Why others fail: C is constitutional but under Article 280; B is the only one under Article 279A.

Question: The Aspirational Districts Programme, aimed at improving socio-economic indicators in backward districts, is an initiative of:
A) Ministry of Rural Development
B) NITI Aayog
C) Ministry of Finance
D) Planning Commission
Answer: B
Explanation: NITI Aayog launched the Aspirational Districts Programme in 2018 to rank and improve 115 districts.
Why others fail: A manages schemes like MGNREGA, but the programme’s design and monitoring are led by NITI Aayog.

Question: Which Finance Commission recommended the highest vertical devolution of central taxes to states?
A) 10th Finance Commission
B) 12th Finance Commission
C) 14th Finance Commission
D) 15th Finance Commission
Answer: C
Explanation: The 14th Finance Commission increased states’ share from 32% to 42%, the largest single increase.
Why others fail: D maintained the 42% level but did not increase it.

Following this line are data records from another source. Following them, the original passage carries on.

/**
 * Recompute and flag one dwelling. `cache` may be shared across the dwellings of a batch: the engine is a
 * pure function, so an identical input (a build-up repeated from a template) is calculated once.
 */
export function auditDwelling(b: DwellingBundle, cache: AnalysisCache = new Map()): DwellingAudit {
	const flags: Flag[] = [];
	const report = b.report;
	const snapshotElements = new Map((report?.snapshot.elements ?? []).map((e) => [e.id, e]));
	const limits = b.limitTable?.limits ?? {};
	const tableName = b.limitTable ? `${b.limitTable.name} ${b.limitTable.edition}`.trim() : null;
	if (!report) {
		flags.push({
			code: 'not-issued',
			severity: 'high',
			reason: 'No dwelling report has been issued, so there are no issued numbers to check against.'
		});
	}

	const elements: ElementRecompute[] = [];
	// one flag per library revision and dwelling, naming every layer that uses it
	type Uses = Map<string, { rev: RevisionInfo; elementId: string; places: string[] }>;
	const unverified: Uses = new Map();
	const generic: Uses = new Map();
	const note = (m: Uses, rev: RevisionInfo, elementId: string, place: string) => {
		const e = m.get(rev.id) ?? { rev, elementId, places: [] };
		e.places.push(place);
		m.set(rev.id, e);
	};
	for (const el of b.elements) {
		const memo: Memo = cache;
		const snap = snapshotElements.get(el.id);
		const limit = typeof limits[el.kind] === 'number' ? limits[el.kind]! : null;
		const rec: ElementRecompute = {
			elementId: el.id,
			name: el.name,
			kind: el.kind,
			area: el.area,
			limit,
			givenU: el.givenU,
			issued: snap
				? (outcomeOf(snap.result) ?? (snap.givenU != null ? givenOutcome(snap.givenU) : null))
				: null,
			used: null,
			current: null,
			reproduced: null,
			inSnapshot: Boolean(snap)
		};
		const at = `${el.name} (${kindLabel(el.kind)})`;

		// ---- inputs changed after issue
		if (report) {
			if (!snap) {
				flags.push({
					code: 'stale-report',
					severity: 'medium',
					elementId: el.id,
					reason: `${at} was added after report ${report.number} was issued.`
				});
			} else {
				const changed: string[] = [];
				if (snap.kind !== el.kind) changed.push('kind');
				if (different(snap.area, el.area)) changed.push('area');
				if (snap.heatFlow !== el.heatFlow) changed.push('heat-flow direction');
				if (canonical(snap.buildUp ?? null) !== canonical(el.buildUp ?? null)) changed.push('build-up');
				if (canonical(snap.internal ?? null) !== canonical(el.internal ?? null))
					changed.push('internal conditions');
				if (el.buildUp && (snap.climate?.id ?? null) !== (el.climateId ?? b.climateId ?? null))
					changed.push('climate');
				if (different(snap.givenU ?? null, el.givenU) || (snap.givenU == null) !== (el.givenU == null))
					changed.push('given U-value');
				if (changed.length) {
					flags.push({
						code: 'stale-report',
						severity: 'medium',
						elementId: el.id,
						reason: `${at}: the ${changed.join(', ')} changed after report ${report.number} was issued; the report no longer describes the element.`
					});
				}
			}
		}

		// ---- windows and doors: a given U
		if (GIVEN_U_KINDS.includes(el.kind) || !el.buildUp) {
			if (el.givenU !== null) {
				rec.used = rec.current = givenOutcome(el.givenU);
				if (limit !== null && el.givenU > limit + 1e-9) {
					flags.push({
						code: 'u-over-limit',
						severity: 'high',
						elementId: el.id,
						reason: `${at}: the given U = ${el.givenU.toFixed(2)} W/(m²·K) is over the limit of ${limit} W/(m²·K)${tableName ? ` (${tableName})` : ''}.`
					});
				}
				if (!inRange(el.givenU, PLAUSIBLE_GIVEN_U)) {
					flags.push({
						code: 'thickness-implausible',
						severity: 'low',
						elementId: el.id,
						reason: `${at}: a given U of ${el.givenU} W/(m²·K) is outside the usual ${PLAUSIBLE_GIVEN_U.min}–${PLAUSIBLE_GIVEN_U.max} for windows and doors (${PLAUSIBLE_GIVEN_U.source}).`
					});
				}
			} else {
				rec.error = 'no build-up and no given U-value';
				flags.push({
					code: 'recompute-failed',
					severity: 'high',
					elementId: el.id,
					reason: `${at} has neither a build-up nor a given U-value.`
				});
			}
			elements.push(rec);
			continue;
		}

		const climateId = el.climateId ?? b.climateId;
		const months = climateId ? (b.climates.get(climateId) ?? null) : null;
		const base = toElementInput(
			{ heatFlow: el.heatFlow, buildUp: el.buildUp, internal: el.internal },
			months
		);
		const layers = el.buildUp.layers ?? [];
		const usedRev = (i: number) =>
			layers[i]?.materialRevisionId ? b.revisions.get(layers[i].materialRevisionId!) : undefined;
		const currentRev = (i: number) => {
			const mid = layers[i]?.materialId ?? usedRev(i)?.materialId;
			return mid ? b.currentRevisions.get(mid) : undefined;
		};

		try {
			rec.used = analyse(withRevisions(base, usedRev), memo);
		} catch (e) {
			rec.error = failure(e);
			flags.push({
				code: 'recompute-failed',
				severity: 'high',
				elementId: el.id,
				reason: `${at} could not be recomputed: ${rec.error}`
			});
		}
		const libraryMoved = layers.some((_, i) => (currentRev(i)?.id ?? usedRev(i)?.id) !== usedRev(i)?.id);
		if (!libraryMoved) rec.current = rec.used;
		else {
			try {
				rec.current = analyse(
					withRevisions(base, (i) => currentRev(i) ?? usedRev(i)),
					memo
				);
			} catch {
				rec.current = null;
			}
		}

		// ---- the issued numbers, reproduced with the revisions the report used
		if (snap && snap.result) {
			const snapLayers = snap.buildUp?.layers ?? [];
			const byIndex = new Map((snap.materialRevisions ?? []).map((m) => [m.layerIndex, m.revisionId]));
			const snapRev = (i: number) => {
				const id = byIndex.get(i) ?? snapLayers[i]?.materialRevisionId;
				return id ? b.revisions.get(id) : undefined;
			};
			const snapMonths = snap.climate?.months ?? null;
			try {
				const input =
					snap.input ??
					(snap.buildUp
						? toElementInput(
								{ heatFlow: snap.heatFlow, buildUp: snap.buildUp, internal: snap.internal },
								snapMonths
							)
						: null);
				if (input) rec.reproduced = analyse(withRevisions(input, snapRev), memo);
			} catch (e) {
				flags.push({
					code: 'not-reproducing',
					severity: 'high',
					elementId: el.id,
					reason: `${at}: the input stored with report ${report!.number} no longer calculates: ${failure(e)}`
				});
			}
			const issued = rec.issued;
			if (issued && rec.reproduced) {
				const du = rec.reproduced.u - issued.u;
				if (Math.abs(du) > U_TOLERANCE) {
					flags.push({
						code: 'not-reproducing',
						severity: 'high',
						elementId: el.id,
						reason: `${at}: report ${report!.number} gives U = ${fmtU(issued.u)}; recomputed with the revisions it used, U = ${fmtU(rec.reproduced.u)} W/(m²·K) (difference ${du > 0 ? '+' : ''}${du.toFixed(3)}).`
					});
				} else if (
					issued.condensation &&
					rec.reproduced.condensation &&
					issued.condensation !== rec.reproduced.condensation
				) {
					flags.push({
						code: 'not-reproducing',
						severity: 'high',
						elementId: el.id,
						reason: `${at}: report ${report!.number} says the interstitial condensation outcome is "${issued.condensation}"; recomputed it is "${rec.reproduced.condensation}".`
					});
				}
			}
			if (issued && rec.current && Math.abs(rec.current.u - issued.u) > U_TOLERANCE) {
				const changedRevs = layers.some((_, i) => {
					const u = usedRev(i);
					const c = currentRev(i);
					return u && c && u.id !== c.id;
				});
				if (changedRevs) {
					flags.push({
						code: 'library-changed',
						severity: 'low',
						elementId: el.id,
						reason: `${at}: with the library's current revisions U would be ${fmtU(rec.current.u)} instead of the issued ${fmtU(issued.u)} W/(m²·K).`
					});
				}
			}
		}

		// ---- results against limits and moisture criteria (the assessor's entries, the revisions they used)
		if (rec.used) {
			if (limit !== null && rec.used.uRounded > limit + 1e-9) {
				flags.push({
					code: 'u-over-limit',
					severity: 'high',
					elementId: el.id,
					reason: `${at}: U = ${rec.used.uRounded.toFixed(2)} W/(m²·K) is over the limit of ${limit} W/(m²·K)${tableName ? ` (${tableName})` : ''}.`
				});
			}
			if (rec.used.condensation === 'accumulates') {
				flags.push({
					code: 'condensation-accumulates',
					severity: 'high',
					elementId: el.id,
					reason: `${at}: interstitial condensation builds up over the year and does not dry out (Glaser method, ISO 13788).`
				});
			}
			if (rec.used.surfacePass === false) {
				flags.push({
					code: 'surface-mould-risk',
					severity: 'high',
					elementId: el.id,
					reason: `${at}: the temperature factor fRsi = ${rec.used.fRsi?.toFixed(3)} is below the ${rec.used.fRsiMin?.toFixed(3)} needed to avoid surface mould (ISO 13788).`
				});
			}
		}

		// ---- layer checks
		let total = 0;
		let anyBridge = false;
		const insulationLayers: number[] = [];
		layers.forEach((layer, i) => {
			total += layer.thicknessMm ?? 0;
			if (layer.bridge) anyBridge = true;
			const rev = usedRev(i);
			const lname = `${at}, layer ${i + 1} "${layer.name}"`;
			if (layer.materialRevisionId && !rev) {
				flags.push({
					code: 'material-unverified',
					severity: 'medium',
					elementId: el.id,
					layerIndex: i,
					reason: `${lname} names a library revision that is not in the library.`
				});
			}
			if (rev) {
				const code = rev.code ? `${rev.code} ` : '';
				if (rev.status === 'unverified') note(unverified, rev, el.id, `${el.name} layer ${i + 1}`);
				const cur = currentRev(i);
				if (rev.status === 'superseded' || (cur && cur.id !== rev.id)) {
					const now =
						cur && cur.id !== rev.id
							? `; the current revision is ${cur.revision}${cur.lambda !== null ? ` (λ ${cur.lambda})` : ''}`
							: '';
					flags.push({
						code: 'material-superseded',
						severity: 'medium',
						elementId: el.id,
						layerIndex: i,
						reason: `${lname} uses ${code}revision ${rev.revision}${rev.lambda !== null ? ` (λ ${rev.lambda})` : ''}, which has been superseded${now}.`
					});
				}
				if (rev.category === 'insulation' && rev.lambdaKind === 'table')
					note(generic, rev, el.id, `${el.name} layer ${i + 1}`);
				const diffs: string[] = [];
				if (!layer.air && rev.lambda !== null && different(layer.lambda, rev.lambda))
					diffs.push(`λ ${layer.lambda} instead of ${rev.lambda}`);
				if (
					!layer.air &&
					rev.lambda === null &&
					rev.resistance !== null &&
					different(layer.resistance, rev.resistance)
				)
					diffs.push(`R ${layer.resistance} instead of ${rev.resistance}`);
				if (rev.muDry !== null && different(layer.mu, rev.muDry))
					diffs.push(`μ ${layer.mu} instead of ${rev.muDry}`);
				if (diffs.length) {
					flags.push({
						code: 'values-differ-from-revision',
						severity: 'medium',
						elementId: el.id,
						layerIndex: i,
						reason: `${lname}: ${diffs.join(', ')} of ${code}revision ${rev.revision}; the entered values were changed by hand.`
					});
				}
				if (rev.thicknessMinMm !== null && layer.thicknessMm < rev.thicknessMinMm) {
					flags.push({
						code: 'thickness-implausible',
						severity: 'medium',
						elementId: el.id,
						layerIndex: i,
						reason: `${lname} is ${layer.thicknessMm} mm; ${code}is supplied from ${rev.thicknessMinMm} mm.`
					});
				} else if (rev.thicknessMaxMm !== null && layer.thicknessMm > rev.thicknessMaxMm) {
					flags.push({
						code: 'thickness-implausible',
						severity: 'medium',
						elementId: el.id,
						layerIndex: i,
						reason: `${lname} is ${layer.thicknessMm} mm; ${code}is supplied up to ${rev.thicknessMaxMm} mm.`
					});
				}
			}
			const category = (rev?.category ??
				(looksLikeInsulation(layer, rev) ? 'insulation' : null)) as MaterialCategory | null;
			const range = category ? PLAUSIBLE_LAMBDA[category] : undefined;
			if (range && typeof layer.lambda === 'number' && !layer.air && !inRange(layer.lambda, range)) {
				flags.push({
					code: 'lambda-implausible',
					severity: 'medium',
					elementId: el.id,
					layerIndex: i,
					reason: `${lname}: λ = ${layer.lambda} W/(m·K) is outside ${range.min}–${range.max} W/(m·K), the plausible range for ${category} (${range.source}).`
				});
			}
			if (looksLikeInsulation(layer, rev)) {
				insulationLayers.push(i);
				if (layer.thicknessMm > MAX_INSULATION_LAYER_MM) {
					flags.push({
						code: 'thickness-implausible',
						severity: 'medium',
						elementId: el.id,
						layerIndex: i,
						reason: `${lname} is ${layer.thicknessMm} mm of insulation, more than the ${MAX_INSULATION_LAYER_MM} mm that is plausible in one layer (common practice, no source).`
					});
				}
				if (
					!layer.bridge &&
					FRAMED_WORDS.test(layer.name ?? '') &&
					!OVER_FRAME_WORDS.test(layer.name ?? '')
				) {
					flags.push({
						code: 'framed-without-bridging',
						severity: 'high',
						elementId: el.id,
						layerIndex: i,
						reason: `${lname} sits between framing members but was entered without bridging; the studs, joists or rafters make U worse (ISO 6946 combined method).`
					});
				}
			}
		});
		const framedElement = el.kind === 'pitched-roof-rafters' || /timber[ -]?frame|\bstud/i.test(el.name);
		if (
			framedElement &&
			!anyBridge &&
			insulationLayers.length > 0 &&
			!flags.some((f) => f.code === 'framed-without-bridging' && f.elementId === el.id)
		) {
			flags.push({
				code: 'framed-without-bridging',
				severity: 'high',
				elementId: el.id,
				reason: `${at} is a framed construction but no layer is bridged; enter the framing as a bridge in the insulation layer between the members (ISO 6946 combined method).`
			});
		}
		const tr = PLAUSIBLE_TOTAL_THICKNESS_MM[el.kind];
		if (tr && layers.length > 0 && !inRange(total, tr)) {
			flags.push({
				code: 'thickness-implausible',
				severity: 'medium',
				elementId: el.id,
				reason: `${at} is ${Math.round(total)} mm thick in total; ${tr.min}–${tr.max} mm is plausible for this kind of element (${tr.source}).`
			});
		}
		elements.push(rec);
	}

	const where = (p: string[]) =>
		p.length === 1 ? p[0] : `${p.slice(0, -1).join(', ')} and ${p[p.length - 1]}`;
	for (const { rev, elementId, places } of unverified.values()) {
		flags.push({
			code: 'material-unverified',
			severity: 'medium',
			elementId,
			reason: `${rev.code ? `${rev.code} ` : ''}"${rev.name}" revision ${rev.revision}, used in ${where(places)}, has not been verified against its source.`
		});
	}
	for (const { rev, elementId, places } of generic.values()) {
		flags.push({
			code: 'generic-lambda',
			severity: 'low',
			elementId,
			reason: `${rev.code ? `${rev.code} ` : ''}"${rev.name}", used in ${where(places)}, carries a generic table λ (${rev.lambda} W/(m·K)) for an insulation product; a declared value from the product's documentation is expected.`
		});
	}
	const current = new Set(b.elements.map((e) => e.id));
	const removedElements = [...snapshotElements.values()]
		.filter((s) => !current.has(s.id))
		.map((s) => ({ id: s.id, name: s.name, kind: s.kind, issued: outcomeOf(s.result) }));
	for (const r of removedElements) {
		flags.push({
			code: 'stale-report',
			severity: 'medium',
			reason: `${r.name} (${kindLabel(r.kind)}) is in report ${report!.number} but has since been removed from the dwelling.`
		});
	}

	return {
		engineVersion: ENGINE_VERSION,
		reportId: report?.id ?? null,
		reportNumber: report?.number ?? null,
		reportRevision: report?.revision ?? null,
		issuedAt: report?.issuedAt ?? null,
		limitTable: tableName,
		elements,
		removedElements,
		flags
	};
}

Last?Minute Revision (20–25 one?liners)

  • NITI Aayog formed on January 1, 2015, by executive resolution.
  • Planning Commission established in 1950, not by law or Constitution.
  • Finance Commission under Article 280, constituted every five years.
  • 15th Finance Commission (2020–25) chaired by N.K. Singh.
  • 14th Finance Commission increased state share to 42%.
  • 15th FC used 2011 census for 15% weight, 1971 for 15%, and added 10% for demographic performance.
  • GST Council under Article 279A, decisions by 3/4th majority.
  • NITI Aayog’s CEO is appointed by Prime Minister.
  • Punchhi Commission (2010) reviewed Centre-state relations post-Sarkaria.
  • Sarkaria Commission (1988) recommended strengthening Inter-State Council.
  • Finance Commission recommendations are recommendatory, not binding.
  • NITI Aayog does not have fund-allocation authority.
  • First Finance Commission: 1951, K.C. Niyogi.
  • Article 275 provides for statutory grants to states.
  • NITI Aayog’s SDG India Index tracks progress on 17 goals.
  • 15th FC introduced “tax effort” as a devolution criterion.
  • Aspirational Districts Programme covers 115 districts.
  • Atal Innovation Mission is under NITI Aayog.
  • Inter-State Council established under Article 263.
  • GST Council voting: Centre has 1/3 weight, states 2/3 collectively.
  • NITI Aayog replaced Planning Commission in 2015.
  • Finance Commission reviews fiscal responsibility of states.
  • 15th FC linked performance incentives to health, education, and power sector reforms.
  • NITI Aayog’s Health Index ranks states annually.
  • verify from standard source: Exact weightage of forest cover in 15th FC is 10%.